Machine learning models use patterns learned from the training process to generate predictions using new data as input. The machine learning model used in this sample analyzes sentiment from input text and categorizes it as positive or negative.

Define both of these classes in your application.

public class Input
{
    public string SentimentText;

    [ColumnName("Label")]
    public bool Sentiment;
}

public class Output
{
    [ColumnName("PredictedLabel")]
    public bool Prediction { get; set; }

    public float Probability { get; set; }

    public float Score { get; set; }
}

The Input and Output classes in this case define the schema of the model’s input and output respectively. Given an input value in the SentimentText property, the model outputs a boolean value for the Prediction, where zero is negative and one is positive sentiment.

Create a handler to make predictions

To process incoming requests, you’ll want to create a handler. The handler is a method that leverages the HttpContext to access registered services (in this case PredictionEnginePool), read the request, and write out a response.
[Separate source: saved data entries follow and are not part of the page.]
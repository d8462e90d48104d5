"""``whiten baseline``: fit a reference model from a table of healthy rows and save it."""

from __future__ import annotations

import argparse
import math

from ..errors import InputError
from . import add_progress_options, add_reader_options, command_words, open_data, progress_of

EPILOG = """\
examples:
  whiten baseline healthy_week.csv -o pump_baseline.json
  whiten baseline healthy.parquet -o loop.json --columns supply,return,flow \\
      --index-column timestamp --chunksize 50000
  whiten baseline few_rows.csv -o loop.json --estimator shrinkage --force
  whiten baseline counts.csv -o loop.json --weight-column n_seen
  whiten baseline station_week.csv -o station.json --index-column timestamp --na-values=-9999,ERR

The model file is JSON (format whiten.baseline/4) with a SHA-256 checksum; it
records the settings (index column, sensors, codes, estimator) and where it
came from (source file and its SHA-256, rows, training period, this command);
`whiten inspect MODEL.json` describes it and `whiten score` uses it. Large
files are read in chunks with bounded memory. Rows with a missing reading are
left out and counted (--missing error stops at the first instead).
"""


def add_parser(sub) -> None:
    p = sub.add_parser(
        "baseline", help="fit a reference model (mean and covariance) from healthy rows",
        description="Fit a Gaussian baseline of healthy operation from DATA (CSV/TSV/Parquet) and write it "
                    "to a model file, with a short account of its numerical health.",
        epilog=EPILOG, formatter_class=argparse.RawDescriptionHelpFormatter)
    p.add_argument("data", metavar="DATA", help="table of reference rows (.csv, .tsv, .parquet)")
    p.add_argument("-o", "--output", required=True, metavar="MODEL.json", help="model file to write")
    p.add_argument("--columns", metavar="A,B,...", help="sensors to use, comma-separated (default: all but "
                                                         "the index column)")
    p.add_argument("--estimator", choices=["sample", "shrinkage", "robust"], default="sample",
                   help="sample (default): unbiased covariance; shrinkage: correlation towards the "
                        "identity, for few rows; robust: FastMCD, leaves out gross outliers of the reference data")
    p.add_argument("--shrinkage", choices=["ledoit-wolf", "oas"], default="ledoit-wolf",
                   help="intensity rule for --estimator shrinkage (default ledoit-wolf)")
    p.add_argument("--chunksize", type=int, default=None, metavar="N", help="rows per chunk (default 100000)")
    p.add_argument("--index-column", metavar="COL", help="column that labels rows (e.g. a timestamp)")
    p.add_argument("--weight-column", metavar="COL",
                   help="column of frequency weights (a weight of 3 counts a row three times); sample "
                        "estimator only")
    p.add_argument("--missing", choices=["drop", "error"], default="drop",
                   help="incomplete rows: drop and count them (default) or stop at the first")
    p.add_argument("--force", action="store_true", help="replace the model file if it exists")
    add_reader_options(p)
    add_progress_options(p)
    p.set_defaults(func=run)


def _columns(text: str | None) -> list[str] | None:
    if text is None:
        return None
    cols = [c.strip() for c in text.split(",") if c.strip()]
    if not cols:
        raise InputError("--columns: give at least one column name, e.g. --columns supply,return")
    return cols


def health_lines(b) -> list[str]:
    """A short plain-words account of a baseline's fit and numerical health."""
    h = b.health
    out = []
    kept = f"{b.n} used"
    if h.n_dropped:
        kept += f" ({h.n_dropped} incomplete row(s) left out)"
    out.append(f"rows: {h.n_rows_read} read, {kept}, in {h.n_chunks} chunk(s)")
    out.append(f"sensors ({b.dim}): {', '.join(b.columns)}")
    prm = b.params
    if b.estimator == "sample":
        route = {"gram": "shifted Gram matrix + Cholesky", "tsqr": "tall-skinny QR of the centred data",
                 "updated": "rank-one updates"}.get(h.method, h.method)
        why = ""
        if h.gram_digits_lost is not None and h.method == "tsqr":
            why = f" (the Gram route would lose {h.gram_digits_lost:.1f} digits)"
        out.append(f"estimator: sample covariance, divisor {prm.get('divisor', 'n - 1')}; route: {route}{why}")
    elif b.estimator == "shrinkage":
        out.append(f"estimator: shrinkage of the correlation towards the identity ({prm.get('shrinkage')}), intensity "
                   f"{prm.get('intensity', float('nan')):.4g}")
    else:
        flagged = prm.get("flagged_labels", prm.get("flagged_rows", []))
        show = ", ".join(str(v) for v in flagged[:8]) + (" ..." if len(flagged) > 8 else "")
        out.append(f"estimator: robust (FastMCD, h = {prm.get('h')} of {prm.get('n_total')} rows, reweighted); "
                   f"{prm.get('n_flagged', 0)} reference row(s) left out as outliers" + (f": {show}" if show else ""))
    cond = h.condition
    cond_s = "inf" if not math.isfinite(cond) else f"{cond:.3g}"
    out.append(f"condition (correlation scale): {cond_s}; about {h.digits_lost:.1f} digits lost, "
               f"~{h.digits_trusted:.0f} trusted")
    law = getattr(b, "limit_law", None)
    from ..monitor.calibrated import ASYMPTOTIC_CELLS, asymptotic_serves
    from ..monitor.limits import screen_check, t2_limit

    if law is not None:
        out.append("limit of new rows (simulated law): " + law.describe(0.001))
        lim = law.isf(0.001)
    elif b.estimator == "sample" and not prm.get("weighted"):
        out.append(f"limit of new rows (exact law): the F law of the sample estimator with m = {b.n} "
                   "(Tracy, Young & Mason 1992)")
        lim = float(t2_limit(0.001, b.dim, b.n, phase="new"))
    elif asymptotic_serves(b.estimator, int(prm.get("n_total", b.n)), b.dim):
        out.append(f"limit of new rows (asymptotic law): the sample estimator's F law with m = {b.n} "
                   f"(m p = {int(prm.get('n_total', b.n)) * b.dim} > {ASYMPTOTIC_CELLS} reference cells)")
        lim = float(t2_limit(0.001, b.dim, b.n, phase="new"))
    else:
        out.append("limit of new rows (approximate law): the sample estimator's F law; this model carries no "
                   "simulated law, refit it for a limit that holds")
        lim = float(t2_limit(0.001, b.dim, b.n, phase="new")) if b.n > b.dim else math.inf
    from .score import weak_lines

    out.extend(weak_lines(screen_check(lim, 0.001, b.dim, b.n)))
    if law is not None and law.flagged_mean is not None:
        out.append(f"clean Gaussian data of {law.m} rows would give {law.flagged_mean:.1f} +- {law.flagged_se:.1f} "
                   f"outlier(s) at this cut (simulated; {0.025 * law.m:.1f} if the parameters were known)")
    out.append("jitter: none" if h.jitter == 0 else
               f"jitter: {h.jitter:.3g} added to the diagonal ({h.jitter_relative:.1e} of the mean variance)")
    return out


def run(args) -> int:
    from .. import fit_baseline
    from ..io.atomic import check_writable, refuse_inputs

    check_writable(args.output, force=args.force, what="model")  # before the work, not after
    refuse_inputs({"-o": args.output}, {"data": args.data})
    b = fit_baseline(open_data(args), estimator=args.estimator, columns=_columns(args.columns),
                     chunksize=args.chunksize, index_column=args.index_column, missing=args.missing,
                     shrinkage=args.shrinkage, weights=args.weight_column, progress=progress_of(args),
                     call=command_words(args))
    path = b.save(args.output, force=args.force)
    print(f"baseline from {args.data}")
    for line in health_lines(b):
        print(f"  {line}")
    print(f"wrote {path}")
    return 0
static async Task PredictHandler(HttpContext http)
{
    // Get PredictionEnginePool service
    var predEngine = http.RequestServices.GetRequiredService<PredictionEnginePool<Input,Output>>();

    // Deserialize HTTP request JSON body
    var input = await JsonSerializer.DeserializeAsync<Input>(http.Request.Body);

    // Predict using PredictionEnginePool service
    var prediction = predEngine.Predict(input);

    // Return prediction as JSON response
    await http.Response.WriteAsJsonAsync(prediction);
}

Configure routes

Now that you have a handler, configure your application to route requests to your handler. Add the following code inside the Configure method.

app.UseRouting();
app.UseEndpoints(endpoints => {
    // Define prediction endpoint
    endpoints.MapPost("/predict", PredictHandler);
});

This code maps HTTP POST requests to the predict endpoint and uses the PredictHandler previously created to process those requests.
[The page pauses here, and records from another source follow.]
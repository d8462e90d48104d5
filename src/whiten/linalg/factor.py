"""Cholesky factor of a symmetric positive definite matrix: factor once, then ask.

:func:`~whiten.linalg.cholesky.cholesky` validates a matrix, factors it (with
disclosed jitter only when the plain factorization fails) and returns a
:class:`Factor`, which owns every
operation the rest of the library needs: ``solve``, ``whiten``, ``quad``,
``logdet``, rank-one ``update``/``downdate``, and the diagonal of the inverse as
a *reported* quantity. Layers above never call LAPACK themselves.
"""

from __future__ import annotations

import math
from collections.abc import Sequence
from typing import Any

import numpy as np
from scipy.linalg import blas, lapack

from .._numerics import EPS, column_norms, pow2_level_scale
from .._settings import current
from ..errors import InputError, NotPositiveDefiniteError
from .health import FactorHealth, _PendingHealth, factor_scaled, health_of

__all__ = ["Factor", "FactorHealth"]


def _name(names: Sequence[str] | None, k: int) -> str:
    return repr(names[k]) if names is not None else f"index {k}"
Your final Main method should look like the following:

WebHost.CreateDefaultBuilder()
    .ConfigureServices(services => {
        // Register PredictionEnginePool service 
        services.AddPredictionEnginePool<Input,Output>()
            .FromUri("https://github.com/dotnet/samples/raw/master/machine-learning/models/sentimentanalysis/sentiment_model.zip");
    })
    .Configure(app => {
        app.UseHttpsRedirection();
        app.UseRouting();
        app.UseEndpoints(endpoints => {
            // Define prediction endpoint
            endpoints.MapPost("/predict", PredictHandler);
        });
    })
    .Build()
    .Run();

That’s all you need to serve your machine learning model as an HTTP API!

Test your API

To test your API, run the application and make an HTTP POST request with a JSON body containing the SentimentText property.

{
    "SentimentText": "This is a very bad steak"
}

You should receive an Output response similar to the following:

{
  "prediction": false,
  "probability": 0.5,
  "score": 0
}

The false value in prediction indicates that the SentimentText provided in the request is negative.

Conclusion

In this post, we showed how “route-to-code” can help you quickly write a highly scalable machine learning ASP.NET web service. Try deploying your own machine learning models using the minimal “route-to-code” method and give us feedback on how to make it better.

You can find a complete version of this application in the ML.NET HTTP API GitHub repository. In that repository you’ll also find a sample that uses the API Endpoints NuGet package to enable model binding and OpenAPI/Swagger.